Besides selling, lots of speculative domain usage Rubens Kuhl  –  Jul 16, 2015 6:23 PM

Besides selling, lots of speculative domain usage involve getting Web traffic and monetizing it. It’s not a coincidence that one of the large events in this field was called T.R.A.F.F.I.C, and after starting in 2004 in ended in 2014.

Search engine algorithm changes might have a stronger correlation to the decrease of registrations than any other change in the domain industry itself.
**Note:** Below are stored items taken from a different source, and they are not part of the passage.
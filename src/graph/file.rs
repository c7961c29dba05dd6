//! Reading one graph file into its parts, without judging what they mean.
//!
//! A graph file is a YAML mapping with these keys (all but `blocks` optional):
//!
//! ```yaml
//! title: two-lobe beacon tracker
//! about: one paragraph for `lobeflow check`
//! settings:                      # the installation's numbers, overridable
//!   beamwidth: {default: 12, unit: deg, doc: one-way 3 dB beamwidth}
//! blocks:                     # named instances
//!   read:  {kind: capture_reader, set: {path: $input}}
//!   front: {use: parts/front-end.yaml, set: {rate: $rate}}   # a composite
//! wiring:                     # chains of ports, left to right
//!   - read -> front -> pairs.dwells
//! exposes:                    # only in files used as composites
//!   inputs: {samples: dc.samples}
//!   outputs: {dwells: integrate.dwells}
//! ```

use super::error::GraphError;
use crate::config::{Document, Entries, Located, ParamValue, Pos, Seg};
use lobeflow_blocks::RawValue;
use serde::Deserialize;
use std::path::{Path, PathBuf};
use std::sync::Arc;

/// A graph file's text and tree, kept for positions in later messages.
#[derive(Debug)]
pub struct Source {
    pub path: PathBuf,
    pub text: String,
    doc: Document,
}

impl Source {
    /// 1-based (line, column) of the key path `at` (or its deepest ancestor).
    pub fn locate(&self, at: &[Seg]) -> (usize, usize) {
        let p = self.doc.locate(at);
        (p.line, p.column)
    }
    /// An error at the key path `at`.
    pub fn error(&self, at: &[Seg], message: impl Into<String>) -> GraphError {
        self.doc.error(at, message)
    }
    /// An error at a position read with the value.
    pub fn error_at(&self, at: Pos, message: impl Into<String>) -> GraphError {
        crate::config::Error::at(at, message).in_file(&self.path)
    }
    /// Directory relative paths in this file resolve against.
    pub fn dir(&self) -> PathBuf {
        self.path.parent().map(Path::to_path_buf).unwrap_or_default()
    }
}

#[derive(Debug, Clone)]
pub struct KnobDecl {
    pub name: String,
    pub default: Option<RawValue>,
    pub unit: Option<String>,
    pub doc: String,
    /// Where the knob's name is written.
    pub at: Pos,
}

#[derive(Debug, Clone)]
pub enum BlockBody {
    Kind(String),
    Use(String),
}

#[derive(Debug, Clone)]
pub struct BlockDecl {
    pub name: String,
    pub body: BlockBody,
    pub set: Vec<(String, RawValue)>,
    /// The block's own description (`doc:`), shown by `check`.
    pub doc: String,
    /// Where the block's name is written.
    pub at: Pos,
}

#[derive(Debug, Clone, Default)]
pub struct Exposes {
    pub inputs: Vec<(String, String)>,
    pub outputs: Vec<(String, String)>,
}

#[derive(Debug)]
pub struct GraphFile {
    pub source: Arc<Source>,
    pub title: String,
    pub about: String,
    pub settings: Vec<KnobDecl>,
    pub blocks: Vec<BlockDecl>,
    pub wiring: Vec<String>,
    pub exposes: Exposes,
}

/// The file as serde reads it; [`GraphFile::parse`] then checks names and
/// the choice between `kind` and `use`.
#[derive(Deserialize)]
#[serde(deny_unknown_fields)]
struct RawGraph {
    #[serde(default)]
    title: String,
    #[serde(default)]
    about: String,
    #[serde(default)]
    settings: Entries<Located<String>, RawKnob>,
    blocks: Option<Entries<Located<String>, RawBlock>>,
    #[serde(default)]
    wiring: Vec<String>,
    #[serde(default)]
    exposes: RawExposes,
}

/// A knob: `name: value`, or a mapping with default, unit, doc.
enum RawKnob {
    Value(RawValue),
    Full(FullKnob),
}

#[derive(Deserialize)]
#[serde(deny_unknown_fields)]
struct FullKnob {
    default: Option<ParamValue>,
    unit: Option<String>,
    #[serde(default)]
    doc: String,
}

impl<'de> Deserialize<'de> for RawKnob {
    fn deserialize<D: serde::Deserializer<'de>>(d: D) -> Result<Self, D::Error> {
        // A mapping is the full form; anything else is the value itself.
        struct V;
        impl<'de> serde::de::Visitor<'de> for V {
            type Value = RawKnob;
            fn expecting(&self, f: &mut std::fmt::Formatter) -> std::fmt::Result {
                f.write_str("a value, or a mapping with default, unit, doc")
            }
            fn visit_map<A: serde::de::MapAccess<'de>>(self, map: A) -> Result<RawKnob, A::Error> {
                FullKnob::deserialize(serde::de::value::MapAccessDeserializer::new(map)).map(RawKnob::Full)
            }
            fn visit_seq<A: serde::de::SeqAccess<'de>>(self, seq: A) -> Result<RawKnob, A::Error> {
                ParamValue::deserialize(serde::de::value::SeqAccessDeserializer::new(seq)).map(|p| RawKnob::Value(p.0))
            }
            fn visit_bool<E: serde::de::Error>(self, v: bool) -> Result<RawKnob, E> {
                Ok(RawKnob::Value(RawValue::Bool(v)))
            }
            fn visit_i64<E: serde::de::Error>(self, v: i64) -> Result<RawKnob, E> {
                Ok(RawKnob::Value(RawValue::Number(v as f64)))
            }
            fn visit_f64<E: serde::de::Error>(self, v: f64) -> Result<RawKnob, E> {
                Ok(RawKnob::Value(RawValue::Number(v)))
            }
            fn visit_str<E: serde::de::Error>(self, v: &str) -> Result<RawKnob, E> {
                Ok(RawKnob::Value(RawValue::Text(v.to_string())))
            }
        }
        d.deserialize_any(V)
    }
}

#[derive(Deserialize)]
#[serde(deny_unknown_fields)]
struct RawBlock {
    kind: Option<String>,
    #[serde(rename = "use")]
    use_file: Option<String>,
    #[serde(default)]
    set: Entries<String, ParamValue>,
    #[serde(default)]
    doc: String,
}

#[derive(Deserialize, Default)]
#[serde(deny_unknown_fields)]
struct RawExposes {
    #[serde(default)]
    inputs: Entries<String, String>,
    #[serde(default)]
    outputs: Entries<String, String>,
}

/// Most bytes a graph, params, manifest or scenario file may have: real
/// ones are kilobytes, a graph of 20 000 blocks about 1.5 MB, and the parsed
/// YAML takes tens of times the text, so this keeps parsing far below the
/// memory ceiling (and a path naming a device or FIFO cannot fill memory).
pub const MAX_TEXT_BYTES: u64 = 4 << 20;

/// Read at most [`MAX_TEXT_BYTES`] of text from `path`.
pub fn read_limited(path: &Path) -> std::io::Result<String> {
    use std::io::Read;
    let mut text = String::new();
    std::fs::File::open(path)?.take(MAX_TEXT_BYTES + 1).read_to_string(&mut text)?;
    if text.len() as u64 > MAX_TEXT_BYTES {
        return Err(std::io::Error::new(
            std::io::ErrorKind::InvalidData,
            format!("longer than {MAX_TEXT_BYTES} bytes (4 MiB), more than lobeflow reads as a text file"),
        ));
    }
    Ok(text)
}

/// Read a file's text, or an error naming it.
pub fn read_text(path: &Path) -> Result<String, GraphError> {
    read_limited(path).map_err(|e| GraphError {
        file: path.to_path_buf(),
        line: 0,
        column: 0,
        message: format!("cannot read: {e}"),
        hint: None,
    })
}

impl GraphFile {
    pub fn load(path: &Path) -> Result<GraphFile, GraphError> {
        let text = read_text(path)?;
        Self::parse(path, text)
    }

    pub fn parse(path: &Path, text: String) -> Result<GraphFile, GraphError> {
        let doc = Document::parse(path, text)?;
        if !matches!(doc.root.value, crate::config::NodeValue::Map(_)) {
            return Err(doc.error(&[], "a graph file must be a mapping (title, settings, blocks, wiring, exposes)"));
        }
        let raw: RawGraph = doc.read()?;
        let settings = raw
            .settings
            .0
            .into_iter()
            .map(|(name, body)| {
                check_name(path, &name, "knob")?;
                Ok(match body {
                    RawKnob::Value(v) => {
                        KnobDecl { name: name.value, default: Some(v), unit: None, doc: String::new(), at: name.at }
                    }
                    RawKnob::Full(k) => KnobDecl {
                        name: name.value,
                        default: k.default.map(|p| p.0),
                        unit: k.unit,
                        doc: k.doc,
                        at: name.at,
                    },
                })
            })
            .collect::<Result<Vec<_>, GraphError>>()?;
        let Some(raw_blocks) = raw.blocks else {
            return Err(doc.error(&[], "a graph file needs a 'blocks' mapping"));
        };
        let blocks = raw_blocks
            .0
            .into_iter()
            .map(|(name, b)| block_decl(path, name, b))
            .collect::<Result<Vec<_>, GraphError>>()?;
        let exposes = Exposes { inputs: raw.exposes.inputs.0, outputs: raw.exposes.outputs.0 };
        let text = doc.text.clone();
        let source = Arc::new(Source { path: path.to_path_buf(), text, doc });
        Ok(GraphFile { source, title: raw.title, about: raw.about, settings, blocks, wiring: raw.wiring, exposes })
    }
}

fn block_decl(path: &Path, name: Located<String>, b: RawBlock) -> Result<BlockDecl, GraphError> {
    check_name(path, &name, "block")?;
    let at = name.at;
    let name = name.value;
    let body = match (b.kind, b.use_file) {
        (Some(kind), None) => BlockBody::Kind(kind),
        (None, Some(file)) => BlockBody::Use(file),
        (Some(_), Some(_)) => {
            return Err(crate::config::Error::at(at, format!("block '{name}' has both 'kind' and 'use'; give one"))
                .in_file(path));
        }
        (None, None) => {
            return Err(crate::config::Error::at(
                at,
                format!("block '{name}' needs a 'kind' (a block kind) or 'use' (a graph file to include)"),
            )
            .with_hint("`lobeflow blocks` lists the kinds")
            .in_file(path));
        }
    };
    let set = b.set.0.into_iter().map(|(k, v)| (k, v.0)).collect();
    Ok(BlockDecl { name, body, set, doc: b.doc, at })
}

fn check_name(path: &Path, name: &Located<String>, what: &str) -> Result<(), GraphError> {
    let ok = !name.is_empty() && name.chars().all(|c| c.is_ascii_alphanumeric() || c == '_' || c == '-');
    if ok {
        Ok(())
    } else {
        Err(crate::config::Error::at(
            name.at,
            format!("{what} name '{}' may use only letters, digits, '_' and '-'", name.value),
        )
        .in_file(path))
    }
}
Supply and Demand Economics Jeff Ostrovsky  –  Jul 17, 2015 1:00 PM

The author’s logic is terribly flawed.

The reason domain sales have slowed down during the last two years is not because of a lack of interest but because of the new gtlds that were introduced in 2014.  With the introduction of a practically endless supply of new extensions, the market was flooded and a chilling effect was felt by the industry.

Supply and Demand Economics 101.

Now that it has become apparent that the new gtlds are being shunned by an uneducated and apathetic public, however, it seems that the new gtlds will soon wither up and die.  Add the fact that people accidentally type in .com all the time which will disrupt and financially undermine any company that foolishly attempts to utilize a quirky .whatever.  Finally, combine that with the fact that every single member of the Fortune 500 (yep, without exception!) now uses a .com.  Considering that these same Fortune 500 firms account for approximately 95% of our daily advertising intake, the .com extension has become permanently embedded in people’s collective minds.

The idea of adding an unlimited supply of extensions was certainly worth trying.  It had a tiny bit of potential even though the attempt has seemingly ended in failure earlier with .mobi, .aero, .coop, .travel, .tel, .name, .pro, .xxx, .jobs, .asia, .cat and .museum. 

I predict that you will soon see digital real estate (ie, .com domains) continue to quickly rise in value as the laws of Supply and Demand Economics remain in force and the gtlds all prove to be worthless duds.

So speaks a .com portfolio holder Jay Daley  –  Jul 17, 2015 8:37 PM

As I said Jeff, there will be "increasing market support aimed at protecting existing portfolios" - a point I think you've just proven.

Hi Jay,Good points. Here's an anecdote for Christopher Hofman Laursen  –  Jul 18, 2015 7:20 AM

Hi Jay,

Good points. Here’s an anecdote for you. Just the other day one of our clients, global consumer brand, wanted us to inquire on a LLL.com. However a couple of hours later they contacted me again: “dom’t bother. We’ll register LLL.social”. It would have been unheard of some years ago

Get A Clue! Jeff Ostrovsky  –  Jul 19, 2015 5:30 PM

LOL.Social? Thanks for the laugh! When the gtld "genius" later comes crawling back to buy the .com (after losing tons of costly traffic), he will then discover that the price is now considerably higher. The new gtlds are a deadend and anyone who tries to use one will discover that the hard way.

While I can't look into the future Christopher Hofman Laursen  –  Jul 20, 2015 7:27 AM

While I can’t look into the future - and you definitely can’t either - there is no doubt that the mental model is changing among businesses. Will they go back to .com at one point? Good question, but imo there are just too many signs pointing in the other direction.